Comment se faire entendre par la majorité?

En réalité, la majorité des Russes et des Polonais sont en faveur de l’amitié entre leurs pays. Mais un simple humain peut difficilement formuler ces bons sentiments.

" Lorsque je sors dans la rue quelque part en Allemagne, je suis dans un pays étranger intéressant. Si je fais la même chose en Pologne, je suis chez moi, comme si je n’avais jamais quitté ma ville natale ", m’a dit un jour un diplomate russe qui avait travaillé en Pologne pendant seulement trois mois.

Et cette majorité russo-polonaise généralement silencieuse montrait ses meilleures qualités pendant le deuil en avril. Mais elle est rapidement retournée à ses occupations quotidiennes : le travail, les enfants et les personnes âgées, chose que les Polonais font d’une manière très touchante. Mais les " experts " lâches des " centres d’études " et des " organisations non gouvernementales ", qui ont fait de l’éreintement de la Russie la source de leur existence sont également retournés à leurs " train-train " quotidien.

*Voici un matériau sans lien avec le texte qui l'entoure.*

import { afterAll, beforeAll, describe, expect, it } from 'vitest'
import { makeTeam, makeUser, TEST_PASSWORD, uniqueEmail } from '../support/factories.js'
import { waitForMail } from '../support/mailbox.js'
import { Client, createTestContext, type TestContext } from '../support/test-app.js'

let ctx: TestContext
let team: Awaited<ReturnType<typeof makeTeam>>
let admin: Client
let lead: Client
beforeAll(async () => {
  ctx = await createTestContext()
  await ctx.startMailWorker()
  team = await makeTeam(ctx.dataSource)
  admin = new Client(ctx.app)
  await admin.signIn(team.users.admin.email, TEST_PASSWORD)
  lead = new Client(ctx.app)
  await lead.signIn(team.users.lead.email, TEST_PASSWORD)
})
afterAll(() => ctx?.close())

describe('studies', () => {
  it('the site administrator creates a study and names an existing account as its lead', async () => {
    const res = await admin.post('/api/studies', { code: 'nw-01', title: 'Night Walks', leadEmail: team.users.coder.email })
    expect(res.status).toBe(201)
    expect(res.body).toMatchObject({ code: 'NW-01', title: 'Night Walks', leadName: 'Test Person', memberCount: 1 })
    const coder = new Client(ctx.app)
    await coder.signIn(team.users.coder.email, TEST_PASSWORD)
    const mine = await coder.get('/api/studies')
    expect(mine.body.studies.find((s: { code: string }) => s.code === 'NW-01')?.myRole).toBe('lead')
    const duplicate = await admin.post('/api/studies', { code: 'NW-01', title: 'Again', leadEmail: team.users.coder.email })
    expect(duplicate.status).toBe(409)
  })

  it('names a lead without an account by e-mailed invitation', async () => {
    const email = uniqueEmail('futurelead')
    const res = await admin.post('/api/studies', { code: 'INV-1', title: 'Invited Lead Study', leadEmail: email })
    expect(res.status).toBe(201)
    expect(res.body.memberCount).toBe(0)
    const mail = await waitForMail(email, /invited to join "Invited Lead Study"/)
    expect(mail.text).toMatch(/as lead researcher/)
  })

  it('lists only the studies a person belongs to; the administrator sees all', async () => {
    const outsider = new Client(ctx.app)
    await outsider.signIn(team.users.outsider.email, TEST_PASSWORD)
    const codes = (await outsider.get('/api/studies')).body.studies.map((s: { code: string }) => s.code)
    expect(codes).toEqual([team.other.code])
    const all = (await admin.get('/api/studies')).body.studies.map((s: { code: string }) => s.code)
    expect(all).toEqual(expect.arrayContaining([team.study.code, team.other.code]))
  })

  it('the lead edits the set-up; dates out of order are refused with a field message', async () => {
    const ok = await lead.patch(`/api/studies/${team.study.id}`, {
      ethicsBoard: 'Riverside Research Ethics Board',
      ethicsReference: 'RREB-22-101',
      approvalDate: '2026-01-10',
      approvalExpiry: '2027-01-09',
      targetSampleSize: 12,
    })
    expect(ok.status).toBe(200)
    expect(ok.body).toMatchObject({ ethicsBoard: 'Riverside Research Ethics Board', approvalExpiry: '2027-01-09', targetSampleSize: 12 })
    const bad = await lead.patch(`/api/studies/${team.study.id}`, { approvalDate: '2027-05-01', approvalExpiry: '2027-01-01' })
    expect(bad.status).toBe(400)
    expect(bad.body.errors).toEqual([{ path: 'approvalExpiry', message: expect.stringMatching(/after the approval date/) }])
  })
})

describe('team', () => {
  it('the lead changes a role and cannot leave the study without a lead', async () => {
    const changed = await lead.patch(`/api/studies/${team.study.id}/members/${team.memberships.coordinator.id}`, { role: 'coder' })
    expect(changed.status).toBe(200)
    expect(changed.body.role).toBe('coder')
    const demote = await lead.patch(`/api/studies/${team.study.id}/members/${team.memberships.lead.id}`, { role: 'coder' })
    expect(demote.status).toBe(409)
    expect(demote.body.detail).toMatch(/at least one lead/)
    expect((await lead.delete(`/api/studies/${team.study.id}/members/${team.memberships.lead.id}`)).status).toBe(409)
  })

  it('the administrator hands the study to a new lead', async () => {
    const newLead = await makeUser(ctx.dataSource, { email: uniqueEmail('newlead'), name: 'New Lead' })
    const res = await admin.put(`/api/studies/${team.other.id}/lead`, { email: newLead.email })
    expect(res.status).toBe(200)
    const members = await admin.get(`/api/studies/${team.other.id}/members`)
    expect(members.body.members.filter((m: { role: string }) => m.role === 'lead')).toHaveLength(2)
  })

  it('lists open invitations and refuses to invite a current member', async () => {
    const email = uniqueEmail('invitee')
    await lead.post(`/api/studies/${team.study.id}/invitations`, { email, role: 'partner' })
    const list = await lead.get(`/api/studies/${team.study.id}/invitations`)
    expect(list.body.invitations).toEqual(expect.arrayContaining([expect.objectContaining({ email, role: 'partner', status: 'open', invitedBy: 'Lead Person' })]))
    const dup = await lead.post(`/api/studies/${team.study.id}/invitations`, { email: team.users.partner.email, role: 'coder' })
    expect(dup.status).toBe(409)
  })

  it('the site administrator creates accounts that choose their own password by e-mail', async () => {
    const email = uniqueEmail('newaccount')
    const res = await admin.post('/api/users', { email, name: 'Orla Newcome' })
    expect(res.status).toBe(201)
    expect(res.body).not.toHaveProperty('passwordHash')
    const mail = await waitForMail(email, /choose a password/)
    expect(mail.text).toMatch(/reset-password\//)
    expect((await admin.post('/api/users', { email, name: 'Again' })).status).toBe(409)
  })
})
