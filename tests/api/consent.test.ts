import { afterAll, beforeAll, describe, expect, it } from 'vitest'
import { ConsentLink } from '../../server/modules/consent/consent-link.entity.js'
import { makeTeam, TEST_PASSWORD, uniqueEmail } from '../support/factories.js'
import { approvedForm, FORM_V1, makePdf, uploadForm } from '../support/consent.js'
import { linkIn, waitForMail } from '../support/mailbox.js'
import { ELIGIBLE_ANSWERS, openRecruitment } from '../support/recruitment.js'
import { Client, createTestContext, type TestContext } from '../support/test-app.js'

let ctx: TestContext
let team: Awaited<ReturnType<typeof makeTeam>>
let lead: Client
let coordinator: Client
let v1: { id: string; label: string; documentSha256: string; file: { sha256: string } }
beforeAll(async () => {
  ctx = await createTestContext()
  team = await makeTeam(ctx.dataSource)
  lead = new Client(ctx.app)
  await lead.signIn(team.users.lead.email, TEST_PASSWORD)
  coordinator = new Client(ctx.app)
  await coordinator.signIn(team.users.coordinator.email, TEST_PASSWORD)
  await openRecruitment(lead, team.study.id)
  v1 = await approvedForm(lead, team.study.id)
  await ctx.startMailWorker()
})
afterAll(() => ctx?.close())

const base = () => `/api/studies/${team.study.id}`
const ALL_YES = { audio_recording: true, direct_quotes: true, future_contact: true }

async function eligibleParticipant(email = uniqueEmail('consenter')) {
  const res = await coordinator.post(`${base()}/participants`, {
    contact: { name: 'Casey Consent', email, phone: '', country: '', timeZone: '' },
    source: 'phone',
    answers: ELIGIBLE_ANSWERS,
  })
  expect(res.body.status).toBe('eligible')
  return { id: res.body.id as string, email }
}

async function sendLink(participantId: string, email: string) {
  const res = await coordinator.post(`${base()}/participants/${participantId}/consent-links`, {})
  expect(res.status, JSON.stringify(res.body)).toBe(201)
  const mail = await waitForMail(email, /Your consent form/)
  return linkIn(mail, '/consent')
}

async function sign(token: string, body: object) {
  const anon = new Client(ctx.app)
  await anon.refreshCsrf()
  return anon.post(`/api/public/consent/${token}`, body)
}

describe('consent form versions', () => {
  it('stores the file with its SHA-256, and refuses a file that is not a PDF or .docx by its content', async () => {
    const created = await uploadForm(lead, team.study.id, { ...FORM_V1, label: 'v-check' })
    expect(created.status).toBe(201)
    expect(created.body.file.sha256).toMatch(/^[0-9a-f]{64}$/)
    expect(created.body.status).toBe('draft')
    const download = await lead.get(`${base()}/consent-forms/${created.body.id}/file`)
    expect(download.headers['content-disposition']).toMatch(/^attachment;/)
    const disguised = await uploadForm(lead, team.study.id, { ...FORM_V1, label: 'v-fake' }, { buffer: Buffer.from('just some text, not a PDF'), name: 'form.pdf' })
    expect(disguised.status).toBe(415)
    expect(disguised.body.detail).toMatch(/not PDF or Word/)
    expect((await uploadForm(coordinator, team.study.id, FORM_V1)).status).toBe(403)
    const forms = (await lead.get(`${base()}/consent-forms`)).body.forms
    expect(forms.some((f: { label: string }) => f.label === 'v-fake')).toBe(false)
  })

  it('lets the lead tick the checklist on an approved version but not change its text', async () => {
    expect((await lead.patch(`${base()}/consent-forms/${v1.id}`, { checklist: { risks: true } })).body.checklist).toEqual({ risks: true })
    const edit = await lead.patch(`${base()}/consent-forms/${v1.id}`, { text: 'Changed after approval.' })
    expect(edit.status).toBe(409)
  })
})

Voici les problèmes auxquels sera confronté le président russe Dmitri Medvedev à Varsovie, puis au sommet à Bruxelles. Toutefois, il faut garder le contrôle de soi et conserver une attitude positive. Il ne faut jamais oublier une partie importante de l’auditoire en la personne de la majorité favorable silencieuse. Elle n’existe pas seulement en Pologne, mais également dans d’autres pays de l’UE. Il faut s’armer de patience et aller vers cette majorité. Il ne faut pas l’irriter par des discours emphatiques sur la grandeur de l’Union Soviétique ou de Djougachvili-Staline. Il vaut mieux, en rendant hommage aux victimes du XXe siècle, se concentrer sur le règlement des problèmes communs : le gazoduc de l’Ukraine, les sites nucléaires de l’Iran, les rues des villages afghans. Se battre avec courage, ne pas faire de longs discours, agir en être humain : ces normes slaves de comportement sont revendiquées par la majorité de Gdansk à Vladivostok. En réalité, dans le monde, les gens humainement bien sont majoritaires.